>>>>

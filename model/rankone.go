package model

import "math"

// rankOne brings diag(d) + rho·v·vᵀ to diagonal form: its eigenvalues mu (rising), its eigenvectors q (n×n, column j belongs to
// mu[j]), and g = rho·qᵀv. d rises strictly, rho ≥ 0, no element of v is 0.
//
// The eigenvalues are the zeros of 1/rho + Σ v²/(d-mu), one between each pair of d (Golub 1973, SIAM Review 15:318-334);
// they are found from the nearer pole by the rational iteration of Li 1993 (LAPACK Working Note 89, "the middle way"),
// guarded by bisection, and the vectors are made from the v that has exactly these eigenvalues (Gu & Eisenstat 1994,
// SIAM J. Matrix Anal. Appl. 15:1266-1276), which keeps them orthogonal to rounding. Both references from memory.
func rankOne(mem *slab, d, v []float64, rho float64) (mu, q, g []float64) {
	n := len(d)
	mu, q, g = mem.take(n), mem.take(n*n), mem.take(n)
	if rho == 0 {
		copy(mu, d)
		for i := range d {
			q[i*n+i] = 1
		}
		return mu, q, g
	}
	sum := 0.0
	for _, x := range v {
		sum += x * x
	}
	gap := q // gap[k*n+j] = d[k] - mu[j], to full relative accuracy; turned into q below
	for j := range d {
		from, delta := secularRoot(d, v, rho, sum, j)
		mu[j] = d[from] + delta
		for k := range d {
			gap[k*n+j] = (d[k] - d[from]) - delta
		}
	}
	for k := range d {
		// ẑ² = Π(mu_j - d_k)/Π(d_j - d_k), each factor positive by interlacing
		z := (-gap[k*n+n-1]) / rho
		for j := 0; j < n-1; j++ {
			den := d[j] - d[k]
			if j >= k {
				den = d[j+1] - d[k]
			}
			z *= -gap[k*n+j] / den
		}
		z = math.Copysign(math.Sqrt(math.Abs(z)), v[k])
		for j := 0; j < n; j++ {
			q[k*n+j] = z / gap[k*n+j]
		}
	}
	for j := 0; j < n; j++ {
		norm := 0.0
		for k := 0; k < n; k++ {
			norm += q[k*n+j] * q[k*n+j]
		}
		norm = math.Sqrt(norm)
		for k := 0; k < n; k++ {
			q[k*n+j] /= norm
		}
		g[j] = -1 / norm // rho Σ v²/(d-mu)/norm, and the sum is -1/rho
	}
	return mu, q, g
}

// secularRoot finds the j-th eigenvalue as d[from]+delta.
func secularRoot(d, v []float64, rho, sum float64, j int) (from int, delta float64) {
	n := len(d)
	// the interval, measured from its left end
	width := rho * sum
	if j < n-1 {
		width = d[j+1] - d[j]
	}
	f := func(from int, x float64) float64 {
		s := 1 / rho
		for k := range d {
			s += v[k] * v[k] / ((d[k] - d[from]) - x)
		}
		return s
	}
	from = j
	lo, hi := 0.0, width
	if j < n-1 {
		if f(j, width/2) < 0 { // the zero lies in the right half
			from, lo, hi = j+1, -width/2, 0
		} else {
			hi = width / 2
		}
	}
	x := (lo + hi) / 2
	if j == n-1 && n > 1 {
		x = width * 0.999999
	}
	for it := 0; it < 80; it++ {
		below, above, left, right := 0.0, 0.0, 0.0, 0.0 // poles up to j give negative terms, the others positive ones
		for k, z := range v[:j+1] {
			r := 1 / ((d[k] - d[from]) - x)
			t := z * z * r
			below += t
			left += t * r
		}
		for k := j + 1; k < n; k++ {
			r := 1 / ((d[k] - d[from]) - x)
			t := v[k] * v[k] * r
			above += t
			right += t * r
		}
		s, size := 1/rho+below+above, 1/rho-below+above
		if s < 0 {
			lo = x
		} else {
			hi = x
		}
		if math.Abs(s) <= 4e-16*size || hi-lo <= 2e-16*max(math.Abs(lo), math.Abs(hi)) {
			break
		}
		dl := (d[j] - d[from]) - x
		dr := (d[j] - d[from]) + width - x
		a := (dl+dr)*s - dl*dr*(left+right)
		b := dl * dr * s
		c := s - dl*left - dr*right
		disc := math.Sqrt(max(0, a*a-4*b*c))
		var eta float64
		if a <= 0 {
			eta = (a - disc) / (2 * c)
		} else {
			eta = 2 * b / (a + disc)
		}
		next := x + eta
		if !(next > lo && next < hi) {
			next = (lo + hi) / 2
		}
		done := math.Abs(next-x) <= 1e-8*math.Abs(next) // the iteration squares its error
		x = next
		if done {
			break
		}
	}
	return from, x
}
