package report

import (
	"math"
	"strings"

	"slowpoint/model"
)

// moves says in words how the coldest and the hottest place move: taken from the field, so that --every changes nothing.
func (x *sheet) moves() string {
	if len(x.p.Samples.ColdestAt) == 0 || x.p.Product.Shape.Mixed() {
		return say("moves stirred")
	}
	if x.p.moved == "" {
		var out []string
		for i := range x.p.History.Spans {
			if s := x.p.movesIn(&x.p.History.Spans[i]); s != "" {
				out = append(out, s)
			}
		}
		x.p.moved = capital(strings.Join(out, "; "))
	}
	all := say("moves sentence", x.p.moved, x.decides.placeName)
	if x.p.Product.Shape.Layered() { // no column tells a pack from a food
		all += say("moves layers")
	}
	return all
}

// moments is how many instants of a step are looked at, the early ones closer to each other; finer is how often the neighbourhood of the
// farthest is looked at again.
const (
	moments = 24
	finer   = 2
)

// movesIn says how the place moves in one step: where it is first and last and, if it goes beyond both by 5 mm or more, the farthest.
func (p *Product) movesIn(sp *model.Span) string {
	heats := heats(sp)
	long := sp.EndS - sp.StartS
	if !(long > 0) {
		return ""
	}
	times := make([]float64, 0, moments)
	for k := 1; k <= moments; k++ { // the field at the start is still that of the step before
		times = append(times, sp.StartS+long*float64(k*k)/(moments*moments))
	}
	places := p.extremesAt(times, heats)
	first, last := places[0], places[len(places)-1]
	far, most := first, 0.0
	for n := 0; ; n++ {
		at := 0
		for i, q := range places {
			if d := beyond(q, first, last); d > most {
				far, most, at = q, d, i
			}
		}
		if n == finer || at == 0 || at == len(places)-1 {
			break
		}
		from, to := times[at-1], times[at+1]
		times = times[:0]
		for k := 0; k <= 8; k++ {
			times = append(times, from+(to-from)*float64(k)/8)
		}
		places = p.extremesAt(times, heats)
	}
	what := say("hottest")
	if heats {
		what = say("coldest")
	}
	a, b, via := p.Product.Where(first), p.Product.Where(last), p.Product.Where(far)
	switch {
	case most >= 0.005 && via != a && via != b:
		return say("moves via", sp.Step.Name, what, a, via, b)
	case a == b:
		return say("moves not", sp.Step.Name, what, a)
	}
	return say("moves", sp.Step.Name, what, a, b)
}

// sameAsCentreK is how near to the centre's temperature the coldest or hottest place is no other place, K: in a food of nearly one temperature
// a tenth of a degree is less than any probe tells, and in one that has just come into other surroundings the inside is still flat to a
// hundredth of the difference from the coldest to the hottest place.
const sameAsCentreK, sameAsCentre = 0.1, 0.01

// extremesAt gives the coldest or the hottest place at each instant; the centre where that is as cold or as hot.
func (p *Product) extremesAt(times []float64, coldest bool) []model.Place {
	s := p.History.SampleAt(append([]float64(nil), times...))
	at, c := s.HottestAt, s.Hottest
	if coldest {
		at, c = s.ColdestAt, s.Coldest
	}
	out := make([]model.Place, len(at))
	for i := range at {
		if !p.centreLike(s, i, c[i]) {
			out[i] = at[i]
		}
	}
	return out
}

// centreLike tells whether the coldest or hottest temperature of a sample, °C, is the centre's as well as can be told.
func (p *Product) centreLike(s model.Samples, i int, c float64) bool {
	least := max(sameAsCentreK, p.History.ErrorK, sameAsCentre*(s.Hottest[i]-s.Coldest[i]))
	return len(s.Points) > 0 && i < len(s.Points[0]) && math.Abs(s.Points[0][i]-c) < least
}

// beyond is how far a place lies outside of the box between two others, m.
func beyond(q, a, b model.Place) float64 {
	most := 0.0
	for _, x := range [][3]float64{{q.UpM, a.UpM, b.UpM}, {q.AcrossM, a.AcrossM, b.AcrossM}, {q.AlongM, a.AlongM, b.AlongM}} {
		most = math.Max(most, math.Max(x[0]-math.Max(x[1], x[2]), math.Min(x[1], x[2])-x[0]))
	}
	return most
}
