// outwards finishes what factor and back have brought to the middle row.
func (m *lineMarch) outwards(y []float64) {
	n := len(y)
	low, diag, up := m.low[:n], m.diag[:n], m.up[:n]
	mid := (n - 1) / 2
	p := y[mid] * diag[mid]
	q := p
	y[mid] = p
	j := mid + 1
	for i := mid - 1; i >= 0; i-- {
		p, q = (y[i]-up[i]*p)*diag[i], (y[j]-low[j]*q)*diag[j]
		y[i], y[j] = p, q
		j++
	}
	if j < n {
		y[j] = (y[j] - low[j]*q) * diag[j]
	}
}

// back solves the factored diagonals for y.
func (m *lineMarch) back(y []float64) {
	n := len(y)
	low, up := m.low[:n], m.up[:n]
	mid := (n - 1) / 2
	for i := 1; i <= mid; i++ {
		y[i] -= low[i] * y[i-1]
	}
	for j := n - 2; j >= mid; j-- {
		y[j] -= up[j] * y[j+1]
	}
	m.outwards(y)
}

// try makes one step of length d from tau; it gives an estimate of its error, K, and +Inf where Newton's method found nothing. The state
// changes only by accept.
func (m *lineMarch) try(tau, d float64) float64 {
	a := trGamma / 2 * d
	n := len(m.h)
	w, h, u, h1, u1, h2, u2, b := m.w[:n], m.h[:n], m.u[:n], m.h1[:n], m.u1[:n], m.h2[:n], m.u2[:n], m.b[:n]
	f0, f1, rate, rate2, delta := m.f0[:n], m.f1[:n], m.rate[:n], m.rate2[:n], m.delta[:n]
	copy(u1, u)
	if !m.fresh {
		for i, r := range m.uRate[:n] {
			u1[i] += trGamma * d * r
		}
	}
	for i, r := range rate {
		f0[i] = w[i] * r
		b[i] = w[i]*h[i] + a*f0[i]
	}
	if !m.solve(u1, h1, b, a, tau+trGamma*d) {
		return math.Inf(1)
	}
	a1, perA := 1/(trGamma*(2-trGamma)), 1/a
	m.tryJ = a1 * a * (m.q0 + m.qs[0] + m.qs[1])
	for i, x := range h1 {
		f1[i] = (w[i]*x - b[i]) * perA
		b[i] = w[i] * (a1*x - (a1-1)*h[i])
		u2[i] = u[i] + (u1[i]-u[i])*(1/trGamma)
	}
	if !m.solve(u2, h2, b, a, tau+d) {
		return math.Inf(1)
	}
	m.q2 = m.qs[0] + m.qs[1]
	m.tryJ += a * m.q2
	c := 2 * trErrorK * d
	c0, c1, c2 := c/trGamma, c/(trGamma*(1-trGamma)), c/(1-trGamma)
	for i, x := range h2 {
		f := (w[i]*x - b[i]) * perA
		delta[i] = c0*f0[i] - c1*f1[i] + c2*f
		rate2[i] = f / w[i]
	}
	m.unheld(delta) // no error
	m.unheld(rate2)
	m.back(delta)
	m.read(u2, m.c2, m.slope2)
	worst := 0.0
	for i, e := range delta {
		counts := m.slope2[i]
		if x := m.meanU[i] * heatCounts; x > counts {
			counts = x
		}
		if e = math.Abs(e) * counts; !(e <= worst) {
			if worst = e; math.IsNaN(e) {
				return math.Inf(1)
			}
		}
	}
	m.rates(rate2, m.slope2, m.uRate2, tau+d)
	if m.fresh {
		return worst
	}
	worst = max(worst, m.between(d)*betweenCounts)
	if math.IsNaN(worst) {
		return math.Inf(1)
	}
	return worst
}

// between is how far the first part of a step of length d lies from the cubic between its ends, which the track keeps, K.
func (m *lineMarch) between(d float64) float64 {
	at := cubicAt(0, trGamma, d)
	worst := 0.0
	c, slope, c2, slope2 := m.c[:len(m.u1)], m.slope[:len(m.u1)], m.c2[:len(m.u1)], m.slope2[:len(m.u1)]
	for _, p := range m.parts {
		l := m.laws[m.food[p[0]]].byU()
		for i := p[0]; i <= p[1]; i++ {
			t, _ := l.temperature(m.u1[i])
			if off := math.Abs(t - (at.c0*c[i] + at.s0*slope[i] + at.c1*c2[i] + at.s1*slope2[i])); !(off <= worst) {
				worst = off
			}
		}
	}
	return worst
}

// unheld leaves no rate and no error to faces that are kept at their medium.
func (m *lineMarch) unheld(rate []float64) {
	for side, s := range m.skins {
		if s != nil && s.held {
			rate[(len(rate)-1)*side] = 0
		}
	}
}

// betweenCounts is what the distance of the first part of a step from the cubic between its ends, which the track keeps, counts as an error.
const betweenCounts = 0.6

// heatCounts is what an error of the heat content counts at least, m³·K/J: half of what it is worth in unfrozen food of 3.6 MJ/(m³·K). Freezing
// food hides it, and it would come out as a wrong time when the food has frozen or thawed.
const heatCounts = 0.5 / 3.6e6

// accept makes the last try the state.
func (m *lineMarch) accept(k *track, t float64) {
	m.h, m.h2 = m.h2, m.h
	m.u, m.u2 = m.u2, m.u
	m.q0, m.inJ = m.q2, m.inJ+m.tryJ
	m.rate, m.rate2 = m.rate2, m.rate
	m.c, m.c2 = m.c2, m.c
	m.slope, m.slope2 = m.slope2, m.slope
	m.uRate, m.uRate2 = m.uRate2, m.uRate
	m.fresh = false
	m.keep(k, t)
}

// turn does nothing: each step stands by itself.
func (m *lineMarch) turn(float64) {}

// keep writes the temperatures of the state into a track, with the slopes that the flows give them.
func (m *lineMarch) keep(k *track, t float64) {
	c, slope := k.add(t)
	copy(c, m.c)
	copy(slope, m.slope)
}

// read fills c with the temperatures at u, and slope with their slopes by u, K·m/W.
func (m *lineMarch) read(u, c, slope []float64) {
	for _, p := range m.parts {
		l := m.laws[m.food[p[0]]].byU()
		for i := p[0]; i <= p[1]; i++ {
			c[i], slope[i] = l.temperature(u[i])
		}
	}
}

// rates fills uRate with what rate, W/m³, makes of u in a second, tau s into the step, and makes slopes of temperatures by u slopes in time; held
// faces go as their media do. How heat contents go with u is that of the last look, which was at u or within what Newton's method leaves of it.
func (m *lineMarch) rates(rate, slope, uRate []float64, tau float64) {
	n := len(rate)
	copy(m.delta, rate)
	copy(m.diag, m.meanU)
	copy(m.up, m.meanA)
	copy(m.low, m.meanF)
	for side, s := range m.skins {
		if s != nil && s.held {
			i := (n - 1) * side
			m.diag[i], m.up[i], m.low[i] = 1, 0, 0
			from := max(0, tau-1)
			m.delta[i] = m.heldAt(side, i, from+1) - m.heldAt(side, i, from)
		}
	}
	m.factor(m.delta)
	copy(uRate, m.delta)
	for i, r := range uRate[:n] {
		slope[i] *= r
	}
}
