package model

import (
	"fmt"
	"math"
	"strings"
)

// surfaceRange is what the surface's temperature did in a step, °C.
type surfaceRange struct{ startC, lowC, highC float64 }

// used tells how the face met its surroundings during the durS seconds that the step lasted.
func (s *skin) used(face *Face, r surfaceRange, durS float64) FilmUsed {
	switch {
	case s.law != nil:
		return FilmUsed{Face: face, Typed: true, Source: "a law of the test"}
	case s.linear:
		return s.exp.filmUsed(face, &s.film)
	}
	a := s.around(0)
	outer := r.startC
	if s.seriesR > 0 {
		outer, _ = s.through(r.startC, &a)
	}
	u := FilmUsed{Face: face, Typed: s.filmW > 0, FilmW: s.convectionW(outer, &a)}
	var source, caution []string
	say := func(list *[]string, format string, args ...any) { *list = append(*list, fmt.Sprintf(format, args...)) }
	switch {
	case s.filmW > 0:
		say(&source, "typed by the user, for convection alone")
	case s.steamAir:
		if condensing := a.uchidaW * (a.dewC - outer); condensing > u.FilmW*(a.mediumC-outer) {
			u.FilmW = a.uchidaW
		}
		say(&source, "steam with air: Uchida, Oyama & Togo 1965 (from memory), at most %d W/(m²·K), to the dew point of the steam's own pressure, %.1f °C at the start; a hotter surface warms as in still air, %s", steamW, a.dewC, s.air.words(outer, a.mediumC))
		if s.exp.RH == nil && s.exp.Medium.RH == nil || s.exp.Medium.RH == nil && *s.exp.RH >= 100 {
			say(&source, "colder than boiling (%.1f °C here), so that it holds air: 100 %% relative humidity is taken, the most vapour that it can hold", satC(s.totalPa))
		}
		say(&caution, "film coefficient assumed, not measured")
	default:
		say(&source, "%s, followed as the surface changes; at the start food surface %.1f °C, air %.1f °C", s.air.words(outer, a.mediumC), outer, a.mediumC)
		say(&caution, "film coefficient assumed, not measured")
	}
	if s.air != nil {
		u.LeastW, u.MostW = s.filmRange(r, durS)
		if beyond := s.air.beyond(r.lowC, r.highC, s.film.mediumC); beyond != "" {
			say(&caution, "%s", beyond)
		}
	}
	s.sayRadiation(outer, u.FilmW*(a.mediumC-outer), &source, &caution)
	s.sayMoisture(&a, &source, &caution)
	u.Source, u.Caution = strings.Join(source, "; "), strings.Join(caution, "; ")
	if s.exp.innerFilm(&s.film) {
		u.Source += innerWords
	}
	u.TotalW = 1 / (1/u.FilmW + s.seriesR)
	return u
}

// filmRange is the smallest and largest film of a step, W/(m²·K).
func (s *skin) filmRange(r surfaceRange, durS float64) (least, most float64) {
	const looks = 8
	for i := range looks + 1 {
		a := s.around(durS * float64(i) / looks)
		for j := range looks + 1 {
			c := r.lowC + (r.highC-r.lowC)*float64(j)/looks
			if s.seriesR > 0 {
				c, _ = s.through(c, &a)
			}
			w := s.convectionW(c, &a)
			if s.steamAir && c < a.dewC {
				w = max(w, a.uchidaW)
			}
			if i+j == 0 {
				least, most = w, w
			}
			least, most = min(least, w), max(most, w)
		}
	}
	return least, most
}

func (s *skin) sayRadiation(outerC, convected float64, source, caution *[]string) {
	if s.steamAir {
		return
	}
	if s.radiates == 0 {
		*source = append(*source, "without radiation")
		return
	}
	radiated := s.radiationW(outerC)
	says := fmt.Sprintf("besides, radiation to %.0f °C with emissivity %.2g", *s.exp.RadiatingC, s.radiates)
	if sum := math.Abs(radiated) + math.Abs(convected); sum > 0 {
		says += fmt.Sprintf(", at the start %.0f %% of the two", 100*math.Abs(radiated)/sum)
	}
	*source = append(*source, says)
	if s.exp.Emissivity == nil {
		*caution = append(*caution, fmt.Sprintf("emissivity assumed: %.1f, the low end of 0.9 to 0.95 for food (from memory); bright metal or foil has far less", usualEmissivity))
	}
	if !s.slowHeats {
		*caution = append(*caution, "radiation counted while chilling: it holds only where the food sees those walls and not its neighbours")
	}
}

func (s *skin) sayMoisture(a *around, source, caution *[]string) {
	if !s.condenses {
		return
	}
	if !s.wet {
		*source = append(*source, fmt.Sprintf("vapour condenses while the surface is colder than the dew point, %.1f °C at the start", dewC(a.vapourPa)))
		return
	}
	*source = append(*source, fmt.Sprintf("wet: evaporation and condensation by Lewis' relation (Chilton & Colburn 1934), Lewis number %.2f, water activity %.2f; with nothing conducted the surface would go to the wet-bulb temperature, %.1f °C at the start",
		lewis, s.activity, moistAir{a.mediumC, a.vapourPa, s.totalPa}.wetBulbC(s.activity)))
	if s.exp.RH == nil && s.exp.Medium.RH == nil {
		*caution = append(*caution, map[bool]string{
			true:  "humidity not given: dry air is taken, which leaves a wet surface coldest",
			false: "humidity not given: 100 % is taken, which evaporates least",
		}[s.slowHeats])
	}
	if !s.given {
		*caution = append(*caution, fmt.Sprintf("water activity of the surface not known: %.2g is taken, the side on which the food comes out %s", s.activity, map[bool]string{true: "colder", false: "hotter"}[s.slowHeats]))
	}
	if !s.slowHeats {
		*caution = append(*caution, "evaporation counted while chilling, because the surface is said to be wet: it holds only while it stays wet, open and unwrapped")
	}
}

<<<<

__What the task requires__: Every line with the string "less" in the material should be returned.

__Written response__:
// a tenth of a degree is less than any probe tells, and in one that has just come into other surroundings the inside is still flat to a
		*caution = append(*caution, fmt.Sprintf("emissivity assumed: %.1f, the low end of 0.9 to 0.95 for food (from memory); bright metal or foil has far less", usualEmissivity))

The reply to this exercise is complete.